The final chapter, “Postlude: Dulcis Parthenope ” concisely summarizes Davis’s thesis and again addresses the poet’s use of Epicurean philosophy not as a didactic treatise but as means to explore “the central problematic informing the human effort to achieve happiness” (165). Returning once again to Book II of the Georgics, Davis contends that the common denominator for human happiness (in both the Georgics and the Eclogues) is understanding: “Above all, Vergil explicitly enunciates the view that true felicity is founded on sound cognitive premises” (168).

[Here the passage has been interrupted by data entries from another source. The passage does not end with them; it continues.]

/// Central-difference Jacobian of `f` at `z`, steps `h_j = step × max(|z_j|, 1)`.
fn jacobian(f: &dyn Fn(&[f64]) -> Option<Vec<f64>>, z: &[f64], step: f64) -> Option<DMatrix<f64>> {
    let mut cols = Vec::with_capacity(z.len());
    for j in 0..z.len() {
        let h = step * z[j].abs().max(1.0);
        let mut zp = z.to_vec();
        let mut zm = z.to_vec();
        zp[j] += h;
        zm[j] -= h;
        let (rp, rm) = (f(&zp)?, f(&zm)?);
        cols.push(DVector::from_iterator(
            rp.len(),
            rp.iter().zip(&rm).map(|(a, b)| (a - b) / (zp[j] - zm[j])),
        ));
    }
    Some(DMatrix::from_columns(&cols))
}

impl LeastSquaresProblem<f64, Dyn, Dyn> for Problem<'_> {
    type ResidualStorage = Owned<f64, Dyn>;
    type JacobianStorage = Owned<f64, Dyn, Dyn>;
    type ParameterStorage = Owned<f64, Dyn>;

    fn set_params(&mut self, z: &DVector<f64>) {
        self.z.copy_from(z);
    }

    fn params(&self) -> DVector<f64> {
        self.z.clone()
    }

    fn residuals(&self) -> Option<DVector<f64>> {
        self.eval(self.z.as_slice()).map(DVector::from_vec)
    }

    fn jacobian(&self) -> Option<DMatrix<f64>> {
        *self.jacobians.borrow_mut() += 1;
        if self.model.has_derivatives() {
            let cached = || {
                let c = self.exact.borrow();
                c.as_ref()
                    .filter(|(z, _)| z.as_slice() == self.z.as_slice())
                    .map(|(_, j)| j.clone())
            };
            if let Some(j) = cached() {
                return Some(j);
            }
            self.eval(self.z.as_slice())?;
            if let Some(j) = cached() {
                return Some(j);
            }
        }
        jacobian(&|z| self.eval(z), self.z.as_slice(), self.step)
    }
}
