//! `plan --sweep` outputs: the sweep table (text and CSV) and its plots (time to target and
//! selectivity against the swept value, log axes ticked by `report::ticks`).

use super::plan::shown_share;
use crate::plan::SweepPoint;
use crate::report::csv_out::{CsvTable, cell, opt_cell};
use crate::report::ticks;
use crate::units::display::{self, format_concentration_within};
use crate::units::{format_time, sig};
use plotters::prelude::*;
use std::fmt::Write;

/// What a sweep varies (made by `plan::sweep::parse`).
pub use crate::plan::sweep::SweepAxis;

/// sweep.csv: value, time to target, reached, and each product's concentration and selectivity.
pub fn sweep_csv(axis: &SweepAxis, points: &[SweepPoint]) -> String {
    let products: Vec<String> = points
        .iter()
        .find_map(|p| p.plan.as_ref().ok())
        .map(|p| p.products.iter().map(|s| s.species.clone()).collect())
        .unwrap_or_default();
    let mut header = vec![
        axis.label.clone(),
        "time to target (s)".into(),
        "reached".into(),
        "note".into(),
        "selectivity reference".into(),
    ];
    for p in &products {
        header.push(format!("{p} (mol/L)"));
        header.push(format!("{p} selectivity (mol per mol reference consumed)"));
    }
    let mut t = CsvTable::new(header);
    for pt in points {
        let mut cells = vec![cell(pt.value * axis.unit_factor)];
        match &pt.plan {
            Ok(p) => {
                let note = p.unreachable.as_ref().map_or("", |u| u.why.words());
                let reference = p.products.first().and_then(|x| x.reference.clone()).unwrap_or_default();
                cells.extend([
                    opt_cell(p.time),
                    p.time.is_some().to_string(),
                    note.to_string(),
                    reference,
                ]);
                // Matched by name so every row has the header's columns (empty where a point lacks one).
                for name in &products {
                    let sh = p.products.iter().find(|sh| &sh.species == name);
                    cells.push(opt_cell(sh.map(|sh| sh.formed)));
                    cells.push(opt_cell(sh.and_then(|sh| sh.selectivity)));
                }
            }
            Err(e) => {
                cells.extend([String::new(), "false".into(), e.clone(), String::new()]);
                cells.extend(std::iter::repeat_n(String::new(), 2 * products.len()));
            }
        }
        t.row(cells);
    }
    t.finish()
}

/// Drawn length of the x axis of [`xy_plot`]'s 900 × 560 px chart, px (approximate: the width
/// less the margins and the y label area).
const X_AXIS_PX: f64 = 787.0;

/// Drawn length of its y axis, px (approximate).
const Y_AXIS_PX: f64 = 440.0;

/// An x–y plot with points and lines, either axis logarithmic, as SVG text.
fn xy_plot(
    title: &str,
    x: (&str, bool),
    y: (&str, bool),
    series: &[(String, Vec<(f64, f64)>)],
    y_range: Option<(f64, f64)>,
) -> String {
    let mut svg = String::new();
    {
        let root = SVGBackend::with_string(&mut svg, (900, 560)).into_drawing_area();
        let _ = root.fill(&WHITE);
        let all: Vec<(f64, f64)> = series
            .iter()
            .flat_map(|s| s.1.iter().cloned())
            .filter(|p| p.0.is_finite() && p.1.is_finite() && (!x.1 || p.0 > 0.0) && (!y.1 || p.1 > 0.0))
            .collect();
        let (mut x0, mut x1) = all
            .iter()
            .fold((f64::INFINITY, f64::NEG_INFINITY), |a, p| (a.0.min(p.0), a.1.max(p.0)));
        let (mut y0, mut y1) = all
            .iter()
            .fold((f64::INFINITY, f64::NEG_INFINITY), |a, p| (a.0.min(p.1), a.1.max(p.1)));
        if let Some(r) = y_range {
            (y0, y1) = r;
        }
        if !x0.is_finite() {
            (x0, x1) = (1.0, 10.0);
        }
        if !y0.is_finite() {
            (y0, y1) = (1.0, 10.0);
        }
        if x1 <= x0 {
            x1 = x0 * 1.1 + 1.0;
        }
        if y1 <= y0 {
            (y0, y1) = (y0 * 0.9, y1 * 1.1 + 1e-30);
        }
        if y.1 {
            (y0, y1) = (y0 / 1.3, y1 * 1.3);
        } else if y_range.is_none() {
            let pad = 0.05 * (y1 - y0);
            (y0, y1) = ((y0 - pad).max(0.0), y1 + pad);
        }
        let draw = |root: &DrawingArea<SVGBackend, plotters::coord::Shift>,
                    legend: &DrawingArea<SVGBackend, plotters::coord::Shift>|
         -> Result<(), Box<dyn std::error::Error + '_>> {
            let mut b = ChartBuilder::on(root);
            b.caption(title, ("sans-serif", 22))
                .margin(16)
                .x_label_area_size(48)
                .y_label_area_size(80);
            macro_rules! go {
                ($chart:expr) => {{
                    let mut c = $chart;
                    c.configure_mesh()
                        .x_desc(x.0)
                        .y_desc(y.0)
                        .x_label_formatter(&|v| ticks::label(*v))
                        .y_label_formatter(&|v| ticks::label(*v))
                        .label_style(("sans-serif", 15))
                        .draw()?;
                    for (i, (name, pts)) in series.iter().enumerate() {
                        let col = super::palette::species(i);
                        let p: Vec<(f64, f64)> = pts
                            .iter()
                            .cloned()
                            .filter(|p| (!x.1 || p.0 > 0.0) && (!y.1 || p.1 > 0.0) && p.1.is_finite())
                            .collect();
                        c.draw_series(LineSeries::new(p.clone(), col.stroke_width(2)))?
                            .label(name.clone())
                            .legend(move |(x, y)| PathElement::new(vec![(x, y), (x + 18, y)], col.stroke_width(3)));
                        c.draw_series(p.into_iter().map(|q| Circle::new(q, 3, col.filled())))?;
                    }
                    // The legend stands in its own column right of the plot, not over the points.
                    if series.len() > 1 {
                        for (i, (name, _)) in series.iter().enumerate() {
                            let col = super::palette::species(i);
                            let y = 60 + 22 * i as i32;
                            legend.draw(&PathElement::new(vec![(6, y), (34, y)], col.stroke_width(3)))?;
                            legend.draw(&Text::new(name.clone(), (42, y - 8), ("sans-serif", 15)))?;
                        }
                    }
                }};
            }
            // Log axes carry round values as labels, never overlapping (`ticks`).
            let (xb, xl) = ticks::log_ticks(x0, x1, X_AXIS_PX, false);
            let (yb, yl) = ticks::log_ticks(y0, y1, Y_AXIS_PX, true);
            let xlog = || {
                (x0..x1)
                    .log_scale()
                    .with_key_points(xb.clone())
                    .with_light_points(xl.clone())
            };
            let ylog = || {
                (y0..y1)
                    .log_scale()
                    .with_key_points(yb.clone())
                    .with_light_points(yl.clone())
            };
            match (x.1, y.1) {
                (true, true) => go!(b.build_cartesian_2d(xlog(), ylog())?),
                (true, false) => go!(b.build_cartesian_2d(xlog(), y0..y1)?),
                (false, true) => go!(b.build_cartesian_2d(x0..x1, ylog())?),
                (false, false) => go!(b.build_cartesian_2d(x0..x1, y0..y1)?),
            }
            Ok(())
        };
        let legend_w = if series.len() > 1 {
            let longest = series.iter().map(|s| s.0.chars().count()).max().unwrap_or(0) as u32;
            (50 + 8 * longest).clamp(120, 260)
        } else {
            0
        };
        let (plot, legend) = root.split_horizontally(900 - legend_w);
        let _ = draw(&plot, &legend);
        let _ = root.present();
    }
    svg
}

/// sweep.svg: time to target against the swept value (log time axis); unreachable points left out.
pub fn sweep_svg(network: &str, target: &str, axis: &SweepAxis, points: &[SweepPoint]) -> String {
    let times: Vec<(f64, f64)> = points
        .iter()
        .filter_map(|p| Some((p.value * axis.unit_factor, p.plan.as_ref().ok()?.time?)))
        .collect();
    let longest = times.iter().map(|p| p.1).fold(0.0, f64::max);
    let (div, unit) = crate::units::display::time(longest);
    let pts: Vec<(f64, f64)> = times.iter().map(|&(x, t)| (x, t / div)).collect();
    xy_plot(
        &format!("{network}: time to \"{target}\""),
        (&axis.label, axis.log),
        (&format!("time to target ({unit}, log scale)"), true),
        &[("time to target".into(), pts)],
        None,
    )
}

/// selectivity.svg: each product's selectivity at the target time (mol formed per 100 mol of
/// the reference reagent consumed) against the swept value (None when fewer than two form).
pub fn selectivity_svg(network: &str, axis: &SweepAxis, points: &[SweepPoint]) -> Option<String> {
    let names: Vec<String> = points
        .iter()
        .find_map(|p| p.plan.as_ref().ok())?
        .products
        .iter()
        .map(|s| s.species.clone())
        .collect();
    let series: Vec<(String, Vec<(f64, f64)>)> = names
        .iter()
        .enumerate()
        .map(|(i, n)| {
            (
                n.clone(),
                points
                    .iter()
                    .filter_map(|p| {
                        let pl = p.plan.as_ref().ok()?;
                        let sh = shown_share(pl.products.get(i)?, pl.trajectory.zero_within());
                        Some((p.value * axis.unit_factor, sh.selectivity? * 100.0))
                    })
                    .collect(),
            )
        })
        .collect();
    // A co-product has no selectivity against the reference at any point: no line, no legend.
    let series: Vec<(String, Vec<(f64, f64)>)> = series.into_iter().filter(|s| !s.1.is_empty()).collect();
    let forming = series.iter().filter(|s| s.1.iter().any(|p| p.1 > 0.0)).count();
    (forming >= 2).then(|| {
        xy_plot(
            &format!("{network}: selectivity at the target"),
            (&axis.label, axis.log),
            ("formed per reagent consumed (%)", false),
            &series,
            None,
        )
    })
}

/// The sweep as a text table: each swept value with its unit on the display ladder (a fixed
/// unit for wavelength and temperature), the time to the target or, for a point that never gets
/// there, why and the closest level with when it came, and the products' selectivity when any
/// product forms.
pub fn sweep_text(axis: &SweepAxis, points: &[SweepPoint]) -> String {
    let reference = points
        .iter()
        .find_map(|p| p.plan.as_ref().ok())
        .and_then(|p| p.products.first())
        .and_then(|s| s.reference.clone());
    let what = reference.map_or("selectivity".to_string(), |r| {
        format!("selectivity: formed per {r} consumed")
    });
    let value = |v: f64| match axis.ladder {
        Some(l) => display::format(v, l),
        None => sig(v * axis.unit_factor, 4),
    };
    let header = match axis.ladder {
        Some(_) => axis.name.clone(),
        None => axis.label.clone(),
    };
    let products = |pl: &crate::plan::Plan| {
        pl.products
            .iter()
            .map(|s| shown_share(s, pl.trajectory.zero_within()))
            .filter(|s| s.formed > 0.0)
            .map(|s| match s.selectivity {
                Some(x) => format!("{} {} %", s.species, sig(x * 100.0, 3)),
                None => format!("{} (not formed from the reference)", s.species),
            })
            .collect::<Vec<_>>()
            .join(", ")
    };
    let any_products = points
        .iter()
        .any(|p| p.plan.as_ref().is_ok_and(|pl| !products(pl).is_empty()));
    let width = points
        .iter()
        .map(|p| value(p.value).chars().count())
        .chain([header.chars().count()])
        .max()
        .unwrap_or(14);
    let mut o = format!("{header:>width$}  {:>14}", "time to target");
    if any_products {
        o.push_str(&format!("  products ({what})"));
    }
    o.push('\n');
    for p in points {
        let v = value(p.value);
        match &p.plan {
            Ok(pl) => {
                let t = match (pl.time, &pl.unreachable) {
                    (Some(t), _) => format_time(t),
                    (None, Some(u)) => format!(
                        "unreachable ({}): at best {}{}, {}",
                        short(u.why),
                        format_concentration_within(u.best_level, pl.trajectory.zero_within()),
                        super::plan::best_percent(pl),
                        super::plan::closest_when(u)
                    ),
                    (None, None) => "unreachable".into(),
                };
                let _ = write!(o, "{v:>width$}  {t:>14}");
                if any_products {
                    let _ = write!(o, "  {}", products(pl));
                }
                o.push('\n');
            }
            Err(e) => {
                let _ = writeln!(o, "{v:>width$}  failed: {e}");
            }
        }
    }
    let missed: Vec<String> = points
        .iter()
        .filter(|p| p.plan.as_ref().is_ok_and(|pl| pl.time.is_none()))
        .map(|p| value(p.value))
        .collect();
    if missed.len() == points.len() {
        let _ = writeln!(o, "NOT REACHABLE at any point of the sweep (exit 5)");
    } else if !missed.is_empty() {
        let _ = writeln!(
            o,
            "not reached at {} of {} points: {} {}",
            missed.len(),
            points.len(),
            header,
            missed.join(", ")
        );
    }
    o
}

fn short(w: crate::plan::Why) -> &'static str {
    match w {
        crate::plan::Why::Photostationary => "photostationary",
        crate::plan::Why::Exhausted => "material used up",
        crate::plan::Why::Horizon => "horizon",
        crate::plan::Why::Dark => "no light",
        crate::plan::Why::BelowFloor => "no light (below floor)",
    }
}
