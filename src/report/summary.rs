//! The short readable summary `photoledger check` prints.

use crate::light::LightKind;
use crate::network::{Branching, Network, PhotoOutcome, Target};
use crate::units::{format_concentration, sig};
use std::fmt::Write;

/// A plain-text summary of a validated network: what it holds, the light, and warnings.
pub fn network_summary(net: &Network) -> String {
    let mut s = String::new();
    let c = &net.conditions;
    let _ = writeln!(
        s,
        "network  {}{}",
        net.about.name,
        if net.about.invented {
            "  (invented scenario)"
        } else {
            ""
        }
    );
    if !net.about.description.is_empty() {
        let _ = writeln!(s, "         {}", first_line(&net.about.description));
    }
    if !net.about.provenance.is_empty() {
        let _ = writeln!(s, "numbers  {}", first_line(&net.about.provenance));
    }
    let _ = writeln!(
        s,
        "reactor  {} K, {} mL, path {} cm{}",
        sig(c.temperature, 5),
        sig(c.volume * 1e6, 4),
        sig(c.path_length * 100.0, 4),
        c.irradiated_area
            .map_or(String::new(), |a| format!(", irradiated area {} cm²", sig(a * 1e4, 4)))
    );
    let n_abs = net.species_absorbing().len();
    let n_rev = net.thermal.iter().filter(|t| t.reverse_of.is_some()).count();
    let _ = writeln!(
        s,
        "holds    {} species ({} absorbing), {} thermal steps{}, {} photochemical steps, {} transients",
        net.species.len(),
        n_abs,
        net.thermal.len() - n_rev,
        if n_rev > 0 {
            format!(" ({n_rev} reversible)")
        } else {
            String::new()
        },
        net.photo.len(),
        net.transients.len()
    );
    let _ = writeln!(s, "\nlight");
    if net.lights.is_empty() {
        let _ = writeln!(s, "  (none)");
    }
    for l in &net.lights {
        let what = match &l.kind {
            LightKind::Line { wavelength } => format!("line {} nm", sig(wavelength * 1e9, 5)),
            LightKind::Band { centre, fwhm } => {
                format!("band {} nm, FWHM {} nm", sig(centre * 1e9, 5), sig(fwhm * 1e9, 4))
            }
            LightKind::Lamp { file, .. } => format!("lamp spectrum {file}"),
            LightKind::Sun { scale, .. } => format!("sunlight, ASTM G173-03 global tilt × {}", sig(*scale, 4)),
        };
        let (lo, hi) = l.extent().unwrap_or((0.0, 0.0));
        let _ = writeln!(
            s,
            "  {:<14} {:<42} {} mW = {} µeinstein/s ({}–{} nm)",
            l.name,
            what,
            sig(l.power() * 1e3, 4),
            sig(l.photon_flux() * 1e6, 4),
            sig(lo * 1e9, 4),
            sig(hi * 1e9, 4)
        );
    }
    let _ = writeln!(s, "\nspecies");
    for (i, sp) in net.species.iter().enumerate() {
        let eps = match &sp.epsilon {
            None => String::new(),
            Some(e) => {
                // ε at the light's peak photon bin, in the trade's unit.
                let best = net
                    .lights
                    .iter()
                    .flat_map(|l| &l.bins)
                    .max_by(|a, b| a.flux.total_cmp(&b.flux));
                match best {
                    Some(b) => format!(
                        "  ε({} nm) = {} L/(mol cm)",
                        sig(b.wavelength * 1e9, 4),
                        sig(crate::units::epsilon_to_per_cm(e.at(b.wavelength)), 4)
                    ),
                    None => String::new(),
                }
            }
        };
        let absorbs = if net.photo.iter().any(|p| p.absorber == i) {
            "  absorbs"
        } else {
            ""
        };
        let product = if sp.product { "  product" } else { "" };
        let _ = writeln!(
            s,
            "  {:<14} {:>10}{}{}{}{}",
            sp.name,
            format_concentration(sp.initial),
            sp.formula.as_ref().map_or(String::new(), |f| format!("  {f}")),
            absorbs,
            product,
            eps
        );
    }
    if !net.thermal.is_empty() {
        let _ = writeln!(s, "\nthermal steps (rate constants at {} K)", sig(c.temperature, 5));
        for t in &net.thermal {
            let unit = match t.order {
                1 => "/s".to_string(),
                2 => "/(M s)".to_string(),
                n => format!("/(M{} s)", n - 1),
            };
            let _ = writeln!(
                s,
                "  {:<40} k = {} {}",
                format!("{} -> {}", net.side(&t.reactants), net.side(&t.products)),
                sig(t.k, 4),
                unit
            );
        }
    }
    if !net.photo.is_empty() {
        let _ = writeln!(s, "\nphotochemical steps");
        for p in &net.photo {
            let to = match &p.outcome {
                PhotoOutcome::Products(t) => net.side(t),
                PhotoOutcome::Transient(t) => net.transients[*t].name.clone(),
            };
            let q = match &p.quantum_yield {
                crate::light::Spectrum::Constant { value, .. } => sig(*value, 4),
                crate::light::Spectrum::Table { points, .. } => format!("table of {} points", points.len()),
            };
            let word = if matches!(p.outcome, PhotoOutcome::Transient(_)) {
                "efficiency"
            } else {
                "Φ"
            };
            let _ = writeln!(
                s,
                "  {:<40} {word} = {q}",
                format!("{} + hν -> {}", net.species[p.absorber].name, to)
            );
        }
    }
    if !net.transients.is_empty() {
        let _ = writeln!(s, "\ntransients");
        for t in &net.transients {
            let _ = writeln!(s, "  {} ({})", t.name, t.kind.word());
            for ch in &t.channels {
                let to = match &ch.target {
                    Target::Species(ts) => net.side(ts),
                    Target::Transient(k) => net.transients[*k].name.clone(),
                };
                let how = match &ch.branching {
                    Branching::Fraction(x) => format!("fraction {}", sig(*x, 4)),
                    Branching::Rest => "the rest".into(),
                    Branching::Rate { k, .. } => format!("k = {} /s", sig(*k, 4)),
                    Branching::Quenching { partner, k2, .. } => {
                        format!("quenched by {}: k = {} /(M s)", net.species[*partner].name, sig(*k2, 4))
                    }
                };
                let _ = writeln!(
                    s,
                    "    -> {:<30} {how}{}",
                    to,
                    if ch.returns { "   (return)" } else { "" }
                );
            }
        }
    }
    s
}

fn first_line(t: &str) -> &str {
    t.lines().next().unwrap_or("")
}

This book is insightful and engaging; amatores of Vergil’s Eclogues (scholars, students, or enthusiasts) will find the work accessible and profitable.
Notes
1. The phrase was coined by A. Traina, (1986) [1965]: “ ‘Si numquam fallit imago’: Riflessioni sulle Bucoliche e l’epicuresmo.” In Poeti latini (e neolatini): Note e saggi filologici. 2 nd ed. Bologna: 163-174.
2. Davis credits I.M. Du Quesnay (1976) with suggesting the Vergilian invention of the apotheosis of Daphne: “Vergil’s Fourth Eclogue.” Papers of the Liverpool Latin Seminar 1: 25-100.
3.The quotation is from Traina (1986), p.74.